I am all for sexual freedom, but I find that grinding demonstrates how we do not participate in a respectful dance of dating. Maybe it’s because we don’t really dance at all.

You awkwardly move from side to side without any real rhythm, trying to meet each other’s hips at the same time, which more often than not fails. It feels like a really bad quickie as your clothes are on and one of you is most likely drunk.

I am not going to the floor because I want a man to grab and awkwardly dry hump me from behind. I choose to dance by myself or with my girls because when I do decide to dance with a man I want to be treated like Ginger Rogers.

There was one time where I felt like the Swing Time actress. At a party in first year this stranger and I went out to the porch to take a break from our drunk friends. As we got out into the cold he held out his hand and that is when we, started to sway in silence.

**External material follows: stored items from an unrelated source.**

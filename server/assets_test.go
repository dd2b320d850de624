package server

import (
	"compress/gzip"
	"io"
	"net/http"
	"net/http/httptest"
	"path"
	"regexp"
	"strings"
	"testing"
)

func get200(t *testing.T, h http.Handler, address string, header ...string) *httptest.ResponseRecorder {
	t.Helper()
	req := httptest.NewRequest(http.MethodGet, address, nil)
	for i := 0; i+1 < len(header); i += 2 {
		req.Header.Set(header[i], header[i+1])
	}
	rec := httptest.NewRecorder()
	h.ServeHTTP(rec, req)
	if rec.Code != http.StatusOK {
		t.Fatalf("GET %s: got %d %s, want 200", address, rec.Code, rec.Body)
	}
	return rec
}

func TestAssets_EveryFileIsServedWithItsTypeForEver(t *testing.T) {
	s, err := New(nil, Options{})
	if err != nil {
		t.Fatal(err)
	}
	h := s.Handler()
	for name, file := range s.assets.files {
		address, err := s.assets.path(name)
		if err != nil {
			t.Fatal(err)
		}
		rec := get200(t, h, address)
		if got := rec.Header().Get("Content-Type"); got != file.kind {
			t.Errorf("%s: got type %q, want %q", name, got, file.kind)
		}
		if got := rec.Header().Get("Cache-Control"); !strings.Contains(got, "immutable") {
			t.Errorf("%s: got Cache-Control %q, want immutable", name, got)
		}
		packed := get200(t, h, address, "Accept-Encoding", "gzip")
		if packed.Header().Get("Content-Encoding") != "gzip" {
			continue
		}
		r, err := gzip.NewReader(packed.Body)
		if err != nil {
			t.Fatal(err)
		}
		unpacked, err := io.ReadAll(r)
		if err != nil || string(unpacked) != rec.Body.String() {
			t.Errorf("%s: the packed file differs from the plain one (%v)", name, err)
		}
	}
}

// Every module a module imports by a relative name must be there under the same hash.
func TestAssets_RelativeImportsResolve(t *testing.T) {
	s, err := New(nil, Options{})
	if err != nil {
		t.Fatal(err)
	}
	imports := regexp.MustCompile(`(?:from|import)\s*\(?\s*["'](\.{1,2}/[^"']+)["']`)
	seen := 0
	for name, file := range s.assets.files {
		if path.Ext(name) != ".mjs" {
			continue
		}
		for _, m := range imports.FindAllStringSubmatch(string(file.plain), -1) {
			seen++
			if want := path.Join(path.Dir(name), m[1]); s.assets.files[want].kind == "" {
				t.Errorf("%s imports %s, which is not embedded", name, m[1])
			}
		}
	}
	t.Logf("%d imports", seen)
}

func TestAssets_AnotherHashIsNotFound(t *testing.T) {
	s, err := New(nil, Options{})
	if err != nil {
		t.Fatal(err)
	}
	rec := httptest.NewRecorder()
	s.Handler().ServeHTTP(rec, httptest.NewRequest(http.MethodGet, "/assets/0123456789abcdef/tokens.css", nil))
	if rec.Code != http.StatusNotFound || strings.Contains(rec.Header().Get("Cache-Control"), "immutable") {
		t.Errorf("got %d, Cache-Control %q; want 404 that is not kept", rec.Code, rec.Header().Get("Cache-Control"))
	}
}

I started to laugh at first, partly because the feminist side of me didn’t want to participate in something I thought was Leave it to Beaver patriarchal. But it was mainly because I was embarrassed that I didn’t know how to dance.

It was one of the most intimate encounters I have ever had. This is because, by dancing slow, close, and face-to-face you can have the suggestion of sex, while also having a feeling of self-respect on both parts.

I mean, wouldn’t you like to feel someone’s eyes looking into yours rather than feeling some guy’s junk on your ass. That will tell you more about the person you are with.

However, since clubbing appears to be a vital part of our 20s that can’t be avoided, especially in those times you need to hear the beats, there should be some understanding of what people want.

So men, don’t just treat her like a piggy bank. Maybe ask the girl’s name first before you grab her. You should probably ask her to dance as well. When you are out on the floor maybe stare at face her for a bit, impress her with some quirky dance before you go in for the grind.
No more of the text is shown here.